SAN MARTIN JILOTEPEQUE, Guatemala — La última vez que Ana Marina López supo de su esposo, la inmigrante guatemalteca de 51 años le dijo a su familia que estaba detenido por agentes de inmigración mexicanos en la frontera entre Estados Unidos y México.
Eso fue dos días antes de que un incendio en un centro de detención de migrantes en Ciudad Juárez matara al menos a 39 migrantes y dejara más de dos docenas de heridos.
Su nombre apareció más tarde en una lista gubernamental de víctimas del incendio, pero sin especificar si estaba entre los muertos o los hospitalizados.
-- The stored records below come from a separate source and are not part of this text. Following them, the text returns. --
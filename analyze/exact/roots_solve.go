package exact

import (
	"context"
	"errors"
	"math"
	"math/big"
	"math/bits"
	"math/cmplx"
)

// errUnsettled would be a defect: the iteration always settles for square-free
// polynomials.
var errUnsettled = errors.New("the iteration for the roots of a polynomial did not settle")

// rootSolver finds the roots of a square-free polynomial p with p(0) ≠ 0.
//
// # The proof
//
// Around any point z there is a root within n·|p(z)/p'(z)| (of Σ 1/(z−r_j) =
// p'(z)/p(z) one term is at least the n-th part). The evaluator bounds p from
// above and p' from below. When the n discs so found are disjoint, each holds
// exactly one root. A disc then that is symmetric to the real axis holds a real
// root, since it holds the conjugate too; one off the axis does not, and its
// mirror image holds the conjugate.
//
// The floating-point steps in the bounds (logarithms, hypotenuses, sums of a few
// terms) have relative errors below 2^-48 each; the bounds are widened by
// slack = 2^-20 in the logarithm to cover them.
type rootSolver struct {
	poly      Poly
	value     *evaluator
	roots     []approximation
	certified bool
	rational  map[int]*big.Rat // rational roots found, by index; see rationalIn
	searched  map[int]int64    // bits of the ball in which none was found
	essential []int            // after certification: the real roots and those of the upper half plane
	space     scratch
	usual     int    // W of the last evaluation that met its goal
	homes     []home // once the roots are numbered
	views     []start
}

const slack = 0x1p-20

// approximation is z = (x + j·y)·2^(k−64Z+1); the longer of x and y has 64Z−1
// bits.
type approximation struct {
	x, y      *big.Int
	words     int // Z
	k         int
	work      int     // W of the evaluations
	log       float64 // the root is within 2^log·|z|; +Inf where nothing is known
	goal      float64 // wanted: log ≤ −goal
	step      float64 // log2 of the size of the last correction, relative
	tries     int     // corrections since the last change of plan
	displaced int     // times that it was sent elsewhere
	guesses   int     // times that match took it for real or for one of a pair
	link      int     // index of the mirror image that is kept in step, own index for a real point, −1 for none
}

func newRootSolver(p Poly) *rootSolver {
	return &rootSolver{poly: p, rational: map[int]*big.Rat{}, searched: map[int]int64{}}
}

// refine brings every root to a relative radius of 2^-goal.
func (s *rootSolver) refine(ctx context.Context, goal int) error {
	if s.poly.Degree() == 1 {
		return nil // taken from the coefficients
	}
	if s.value == nil {
		if err := s.begin(ctx); err != nil {
			return err
		}
	}
	for i := range s.roots {
		s.roots[i].goal = max(s.roots[i].goal, float64(goal))
	}
	for {
		if err := s.iterate(ctx); err != nil {
			return err
		}
		switch {
		case s.homes != nil:
			return s.stayedHome()
		case s.isolated() && s.pairUp():
			s.certified = true
			return nil
		}
	}
}

// home is the disc of a root after which the roots are numbered.
type home struct {
	approximation
	view start
}

// settle keeps the discs as homes: from now on every finer disc must be the same
// root's. The caller has seen to it that no other root is within four times
// the radius.
func (s *rootSolver) settle() {
	s.homes = make([]home, len(s.roots))
	for i := range s.roots {
		s.homes[i] = s.homeOf(i)
	}
}

func (s *rootSolver) homeOf(i int) home {
	h := home{s.roots[i], s.views[i]}
	h.x, h.y = new(big.Int).Set(h.x), new(big.Int).Set(h.y)
	return h
}

// stayedHome checks that every disc lies within four times the radius of its
// home. A disc that does not goes back there and is an error; it would be a
// defect of the iteration.
func (s *rootSolver) stayedHome() error {
	for _, i := range s.essential {
		h := s.homes[i]
		if s.roots[i].log == h.log {
			continue
		}
		d, e := s.difference(i, -1)
		limit := h.log + math.Log2(cmplx.Abs(h.view.x)) + float64(h.view.k-s.views[i].k)
		// |new − home| ≤ 3 radii of the home, and the new radius at most one
		if math.Log2(cmplx.Abs(d))+float64(e)+slack > limit+math.Log2(3) || s.logRadius(i) > limit {
			s.roots[i], s.views[i] = h.approximation, h.view
			s.roots[i].x, s.roots[i].y = new(big.Int).Set(h.x), new(big.Int).Set(h.y)
			s.look(i)
			return errUnsettled
		}
	}
	return nil
}

func (s *rootSolver) begin(ctx context.Context) error {
	value := newEvaluator(s.poly)
	points := value.roughRoots(ctx)
	if err := ctx.Err(); err != nil {
		return err
	}
	s.value = value
	for _, z := range points {
		s.roots = append(s.roots, newApproximation(z))
	}
	s.views = make([]start, len(s.roots))
	for i := range s.roots {
		s.look(i)
	}
	return nil
}

func newApproximation(z start) approximation {
	a := approximation{words: 1, k: z.k, work: 2, log: math.Inf(1), step: -10, link: -1}
	a.x = scaleFloat(real(z.x), 63)
	a.y = scaleFloat(imag(z.x), 63)
	a.normalise()
	return a
}

// scaleFloat returns f·2^shift rounded to an integer.
func scaleFloat(f float64, shift int) *big.Int {
	m, e := math.Frexp(f)
	n := big.NewInt(int64(math.Ldexp(m, 53)))
	shift += e - 53
	if shift >= 0 {
		return n.Lsh(n, uint(shift))
	}
	return n.Rsh(n, uint(-shift))
}

// normalise gives the longer part 64Z−1 bits.
func (a *approximation) normalise() {
	size := max(a.x.BitLen(), a.y.BitLen())
	if size == 0 {
		a.x.SetInt64(1)
		size = 1
	}
	want := 64*a.words - 1
	switch d := want - size; {
	case d > 0:
		a.x.Lsh(a.x, uint(d))
		a.y.Lsh(a.y, uint(d))
		a.k -= d
	case d < 0:
		a.x.Rsh(a.x, uint(-d))
		a.y.Rsh(a.y, uint(-d))
		a.k -= d
	}
}

// lengthen gives the point more words.
func (a *approximation) lengthen(words int) {
	if words > a.words {
		a.x.Lsh(a.x, uint(64*(words-a.words)))
		a.y.Lsh(a.y, uint(64*(words-a.words)))
		a.words = words
	}
}

func (a *approximation) fixed() *fixedPoint {
	z := &fixedPoint{u: padded(a.x, a.words), v: padded(a.y, a.words), uneg: a.x.Sign() < 0, vneg: a.y.Sign() < 0, k: a.k}
	z.log = math.Log2(math.Hypot(topFloat(z.u), topFloat(z.v)))
	return z
}

func padded(x *big.Int, words int) []uint64 {
	out := make([]uint64, words)
	copy(out, wordsOf(x))
	return out
}

// topFloat returns the number with the point before its highest bit.
func topFloat(u []uint64) float64 {
	f := math.Ldexp(float64(u[len(u)-1]), -63)
	if len(u) > 1 {
		f += math.Ldexp(float64(u[len(u)-2]), -127)
	}
	return f
}

// look renews the complex128 view of a point, and of its mirror image.
func (s *rootSolver) look(i int) {
	a := &s.roots[i]
	re, im := signedFloat(a.x, a.words), signedFloat(a.y, a.words)
	s.views[i] = start{complex(re, im), a.k}
	if a.link >= 0 && a.link != i {
		b := &s.roots[a.link]
		b.x.Set(a.x)
		b.y.Neg(a.y)
		b.words, b.k, b.work, b.log, b.goal = a.words, a.k, a.work, a.log, a.goal
		s.views[a.link] = start{complex(re, -im), a.k}
	}
}

// signedFloat returns x·2^(1−64·words) as the float64 next to it, 0 where that is
// below its range.
func signedFloat(x *big.Int, words int) float64 {
	f, e := leading(x)
	f = math.Ldexp(f, e+1-64*words)
	if x.Sign() < 0 {
		return -f
	}
	return f
}

// logAbs returns log2 of |x|·2^(1−64·words), −Inf for 0.
func logAbs(x *big.Int, words int) float64 {
	f, e := leading(x)
	return math.Log2(f) + float64(e+1-64*words)
}

// leading returns |x| as f·2^e up to 2^-52 of it.
func leading(x *big.Int) (f float64, e int) {
	raw := x.Bits()
	for i := len(raw) - 1; i >= max(0, len(raw)-3); i-- {
		f, e = math.Ldexp(f, bits.UintSize)+float64(raw[i]), i*bits.UintSize
	}
	return f, e
}

// leads tells whether the point is moved by itself: it is not the lower one of a
// pair of mirror images.
func (s *rootSolver) leads(i int) bool {
	link := s.roots[i].link
	return link < 0 || link == i || i < link
}

// capacity is the relative precision in bits that a point of so many words can
// prove: it is off its ideal place by up to 2^(2.5−64Z) relative, which makes n
// times that as radius.
func (s *rootSolver) capacity(words int) float64 {
	return 64*float64(words) - 4 - math.Log2(float64(s.value.n))
}

// mostSweeps ends an iteration that does not settle.
const mostSweeps = 4000

// iterate moves every point until its bound meets its goal.
func (s *rootSolver) iterate(ctx context.Context) error {
	for range mostSweeps {
		if !s.certified {
			s.match()
		}
		waiting := 0
		for i := range s.roots {
			a := &s.roots[i]
			if a.log <= -a.goal || !s.leads(i) {
				continue
			}
			if err := ctx.Err(); err != nil {
				return err
			}
			if done := s.improve(i); !done {
				waiting++
			}
			s.look(i)
		}
		if waiting == 0 {
			return nil
		}
	}
	return errUnsettled
}

// improve evaluates p at a point and corrects it by the step of Aberth and
// Ehrlich unless the bound there meets the goal. A correction is only made from
// a value that stands out of its error bound; before that the evaluation gets
// more words.
func (s *rootSolver) improve(i int) (done bool) {
	a := &s.roots[i]
	n := math.Log2(float64(s.value.n))
	var ev evaluation
	if a.tries == 0 {
		a.work = max(a.work, s.usual-1)
	}
	for {
		ev = s.value.evaluate(a.fixed(), a.work, &s.space)
		a.log = bound(&ev) + n
		if a.log <= -a.goal {
			s.usual = a.work
			return true
		}
		settled := math.Min(math.Max(-a.log, 2), 40)
		wanted := math.Min(settled, math.Max(a.goal+a.log+2, 2))
		if ev.logP-ev.logEP >= wanted {
			break
		}
		near := math.Min(a.goal, math.Max(-a.log, 0)+52)
		more := 1
		if ev.logD > ev.logED+3 {
			more = max(1, int(math.Ceil((n+ev.logEP-ev.logD+near+4)/64)))
		}
		a.work += min(more, 4+a.work)
		if need := int(math.Ceil((near + 4 + n) / 64)); need > a.words && s.capacity(a.words) < near {
			a.lengthen(need)
		}
	}
	if a.goal > s.capacity(a.words) && -a.log > s.capacity(a.words)-20 {
		a.lengthen(a.words + 1)
	}
	s.correct(i, ev.ratio.add(s.repulsion(i).neg()).inverse())
	return false
}

// bound returns log2 of a bound of |p(z)/(z·p'(z))| from an evaluation.
func bound(ev *evaluation) float64 {
	if ev.logD <= ev.logED {
		return math.Inf(1)
	}
	above := ev.logEP + math.Log2(1+math.Exp2(math.Min(ev.logP-ev.logEP, 1000)))
	if ev.logP-ev.logEP > 900 {
		above = ev.logP + 1
	}
	below := ev.logD + math.Log2(-math.Expm1(math.Ln2*(ev.logED-ev.logD)))
	return above - below + slack
}

// correct replaces z by z·(1 − step).
func (s *rootSolver) correct(i int, step wide) {
	a := &s.roots[i]
	size := step.log()
	if a.link == i {
		step.x = complex(real(step.x), 0)
	}
	if size > -1 {
		z := start{s.views[i].x * (1 - step.float()), a.k}.normal()
		if s.value.rim.outside(z) {
			z = s.value.rim.again(i, a.tries)
		}
		s.place(i, z)
		return
	}
	shift := 64*a.words - 1 + step.k
	d := s.views[i].x * step.x
	a.x.Sub(a.x, scaleFloat(real(d), shift))
	a.y.Sub(a.y, scaleFloat(imag(d), shift))
	a.normalise()
	a.step = size
	a.log = math.Inf(1)
	a.tries++
	if a.tries > 40 && !s.certified {
		s.rethink(i)
	}
}

// place moves a point far, so that it begins anew.
func (s *rootSolver) place(i int, z start) {
	a := &s.roots[i]
	if a.link >= 0 {
		if a.link != i {
			s.roots[a.link].link = -1
		}
		a.link = -1
	}
	a.x, a.y, a.k = scaleFloat(real(z.x), 64*a.words-1), scaleFloat(imag(z.x), 64*a.words-1), z.k
	a.normalise()
	a.log, a.step = math.Inf(1), 0
	a.tries++
}

// rethink undoes a guess that did not work out: that a point is real, or one of
// a pair.
func (s *rootSolver) rethink(i int) {
	a := &s.roots[i]
	a.tries = 0
	if a.link >= 0 && a.link != i {
		s.roots[a.link].link = -1
	}
	a.link = -1
	if a.y.Sign() == 0 {
		s.leaveAxis(i)
	}
}

// leaveAxis moves a point off the real axis by the size of its last step: points
// on it stay there by symmetry, which does not do where a pair of complex roots
// is close to it.
func (s *rootSolver) leaveAxis(i int) {
	a := &s.roots[i]
	size := math.Floor(math.Min(a.step, -10))
	a.y.Rsh(a.x, uint(math.Min(-size-1, float64(64*a.words-2))))
	if a.y.Sign() == 0 {
		a.y.SetInt64(1)
	}
	if (a.y.Sign() < 0) != (i%2 == 0) {
		a.y.Neg(a.y)
	}
	a.normalise()
	a.log = math.Inf(1)
}

// repulsion is Σ z_i/(z_i − z_j), with exact differences where the views are
// too close to tell.
func (s *rootSolver) repulsion(i int) wide {
	rough, close := repulsion(s.views, i)
	if !close {
		return wide{rough, 0}.normal()
	}
	var sum wide
	x, k := s.views[i].x, s.views[i].k
	for j := range s.views {
		if j == i {
			continue
		}
		shift := s.views[j].k - k
		switch {
		case shift > 60:
			continue
		case shift < -60:
			sum = sum.add(wide{1, 0})
			continue
		}
		d := x - s.views[j].x*complex(math.Ldexp(1, shift), 0)
		e := 0
		if cmplx.Abs(d) < 0x1p-20 {
			d, e = s.difference(i, j)
		}
		if d == 0 {
			continue
		}
		sum = sum.add(wide{x / d, -e}.normal())
	}
	return sum
}

// difference returns (z_i − z_j)/2^k_i as a complex128 times a power of two; each
// part is within 2^-52 of the exact difference, relative. With j = −1 the other
// point is the home of i.
func (s *rootSolver) difference(i, j int) (d complex128, exponent int) {
	a := &s.roots[i]
	b := a
	if j >= 0 {
		b = &s.roots[j]
	} else {
		b = &s.homes[i].approximation
	}
	// Common unit: the finer of the two.
	ea, eb := a.k-64*a.words+1, b.k-64*b.words+1
	unit := min(ea, eb)
	part := func(p, q *big.Int) *big.Int {
		l := new(big.Int).Lsh(p, uint(ea-unit))
		return l.Sub(l, new(big.Int).Lsh(q, uint(eb-unit)))
	}
	dx, dy := part(a.x, b.x), part(a.y, b.y)
	size := max(dx.BitLen(), dy.BitLen())
	toFloat := func(v *big.Int) float64 {
		f := new(big.Float).SetInt(v)
		f.SetMantExp(f, -size)
		r, _ := f.Float64()
		return r
	}
	return complex(toFloat(dx), toFloat(dy)), unit + size - a.k
}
Eso dejó a López y su hija en su pequeño pueblo en el occidente de Guatemala aferrándose a la esperanza de que estaba vivo.
Y no son los únicos.
A medida que las imágenes del devastador incendio consumen las noticias y las redes sociales, las familias de todo el continente americano sufren en agonía mientras esperan noticias de sus seres queridos. El dolor y la incertidumbre que sienten las familias subraya cómo los efectos de la migración van mucho más allá de las personas que se embarcan en el peligroso viaje hacia el norte, afectando la vida de las personas en toda la región.
En Juárez, México, una hermana espera noticias de su hermano venezolano que ha sido sedado e intubado en un hospital. En Honduras, las familias quedan atónitas después de ver un video de guardias que huyen de una creciente nube de llamas y humo en el centro de detención de inmigrantes.
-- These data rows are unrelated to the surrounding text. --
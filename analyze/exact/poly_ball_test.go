package exact

import (
	"math/big"
	"testing"

	"pgregory.net/rapid"
	"portlight/dialect/number"
)

// A ball around a point holds the exact values at points inside it, and is
// narrow when the point is alone in it.
func TestBallEvaluation(t *testing.T) {
	rapid.Check(t, func(t *rapid.T) {
		p := drawPoly(t, 12, 300, "p")
		re, im := drawRat(t, 60, "re"), drawRat(t, 60, "im")
		const prec = 192
		spread := new(big.Rat).SetFrac64(rapid.Int64Range(0, 100).Draw(t, "spread"), 1<<40)
		at := func(r *big.Rat) number.Ball {
			return number.BallFromRat(r, prec).WithRadius(new(big.Float).SetRat(spread))
		}
		// A point inside the ball that is not its middle.
		inside := new(big.Rat).Add(re, new(big.Rat).Mul(spread, big.NewRat(rapid.Int64Range(-9, 9).Draw(t, "inside"), 10)))
		if got, want := p.EvalBall(at(re)), p.Eval(inside); !got.Contains(want) {
			t.Fatalf("%v at %v: the ball misses %v", p, inside, want)
		}
		z := number.ComplexBall{Re: at(re), Im: at(im)}
		x, y := p.EvalGaussian(inside, im)
		if got := p.EvalComplexBall(z); !got.Re.Contains(x) || !got.Im.Contains(y) {
			t.Fatalf("%v at %v + j %v: the ball misses %v + j %v", p, inside, im, x, y)
		}
		terms := rapid.IntRange(0, 15).Draw(t, "terms")
		q := p
		factorial := big.NewRat(1, 1)
		for k, got := range p.TaylorComplexBall(z, terms) {
			x, y := q.EvalGaussian(inside, im)
			if !got.Re.Contains(x.Quo(x, factorial)) || !got.Im.Contains(y.Quo(y, factorial)) {
				t.Fatalf("Taylor coefficient %d of %v is missed", k, p)
			}
			q = q.Derivative()
			factorial.Mul(factorial, big.NewRat(int64(k+1), 1))
		}
	})
}

func TestRatioBall(t *testing.T) {
	f, err := NewRatio(PolyFromInt64s(1, 2), PolyFromInt64s(2, 0, 3))
	if err != nil {
		t.Fatal(err)
	}
	x := number.BallFromRat(big.NewRat(1, 3), 128)
	want, _ := f.Eval(big.NewRat(1, 3))
	if got := f.EvalBall(x); !got.Contains(want) || got.RelativeBits() < 100 {
		t.Errorf("value %v with %d bits", got.MidRat(), got.RelativeBits())
	}
	re, im, _ := f.EvalGaussian(big.NewRat(1, 3), big.NewRat(5, 7))
	z := f.EvalComplexBall(number.ComplexBall{Re: x, Im: number.BallFromRat(big.NewRat(5, 7), 128)})
	if !z.Re.Contains(re) || !z.Im.Contains(im) || z.Re.RelativeBits() < 100 {
		t.Error("complex value")
	}
	pole, _ := NewRatio(PolyFromInt64s(1), PolyFromInt64s(-1, 3))
	if pole.EvalBall(x.WithRadius(big.NewFloat(1e-9))).IsFinite() {
		t.Error("a ball that holds a pole has a finite value")
	}
}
Y en Guatemala, López acuna una fotografía de su esposo con un sombrero de vaquero sin saber si está vivo o muerto.
«Esto no debería pasar. (Los migrantes) son personas, son humanos”, dijo López con voz temblorosa. “Lo que pido es justicia. No son animales y no pueden ser tratados como tales”.
Poco se sabe sobre la causa del incendio del lunes por la noche y las autoridades están investigando a ocho personas, incluido un migrante, que pueden haber iniciado el incendio.
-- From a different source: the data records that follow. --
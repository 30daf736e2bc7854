package exact

import (
	"context"
	"testing"
)

// BenchmarkNumeratorAndDenominator is the whole way from a pencil to the
// numerator of the driving-point response and the denominator. The marks are
// milliseconds on one thread (go test -cpu 1); ms/op stands beside its mark.
func BenchmarkNumeratorAndDenominator(b *testing.B) {
	ctx := context.Background()
	for _, n := range benchmarkNetworks {
		b.Run(n.String(), func(b *testing.B) {
			p, rhs, input, _ := n.build(n.size)
			for b.Loop() {
				f, err := p.Prepare(ctx)
				if err != nil {
					b.Fatal(err)
				}
				if _, err := f.Numerators(ctx, []Vector{rhs}, []Vector{input}); err != nil {
					b.Fatal(err)
				}
				f.Determinant()
			}
			ms := b.Elapsed().Seconds() * 1e3 / float64(b.N)
			b.ReportMetric(ms, "ms/op")
			b.ReportMetric(n.mark, "mark-ms")
			b.ReportMetric(ms/n.mark, "of-mark")
		})
	}
}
Cuando el esposo de López, Bacilio Sutuj Saravia, partió en su viaje hacia el norte a mediados de marzo, le dijo que se dirigía a México por turismo. Sutuj, quien dirigía una pequeña empresa de transporte con dos camionetas, esperó hasta estar en México para decirle que tenía la intención de cruzar a Estados Unidos para ver a su hija y sus dos hijos.
Sin embargo, nunca tuvo la oportunidad. Al bajarse de un autobús en la estación Juárez el sábado, los agentes de inmigración lo detuvieron.
López se enteró del incendio a través de reportajes televisivos. Sus hijos no han podido comunicarse con Sutuj desde una breve llamada que hizo el sábado diciendo que lo habían atrapado.
“Las autoridades deberían estar ahí vigilándolos y cuidándolos, no huyendo y dejándolos encerrados y quemados. Me duele”, dijo López.
En las montañas salpicadas de café del oeste de Honduras, las tres familias horrorizadas por el video de vigilancia esperan la confirmación del destino de sus hijos. Los tres amigos partieron juntos hacia los Estados Unidos desde su pequeño pueblo de Protección. Como muchos en el campo, los hombres planeaban trabajar y enviar dinero para mantener a sus familias.
Se encontraron con un contrabandista en San Pedro Sula, un importante punto de partida en el norte de Honduras, quien los llevó a México.
El martes, los nombres de los tres hombres -Dikson Aron Cordova, Edin Josue Umaña y Jesús Adony Alvarado- figuraban entre los que figuran en la lista de víctimas del gobierno, sin detalles sobre si estaban vivos.
“Quieres ser fuerte, pero esos son golpes duros. Son insoportables”, dijo José Córdova Ramos, padre de Córdoba, de 30 años. “Estamos esperando noticias reales que serían los primeros y los últimos, como dicen, estén vivos o muertos”.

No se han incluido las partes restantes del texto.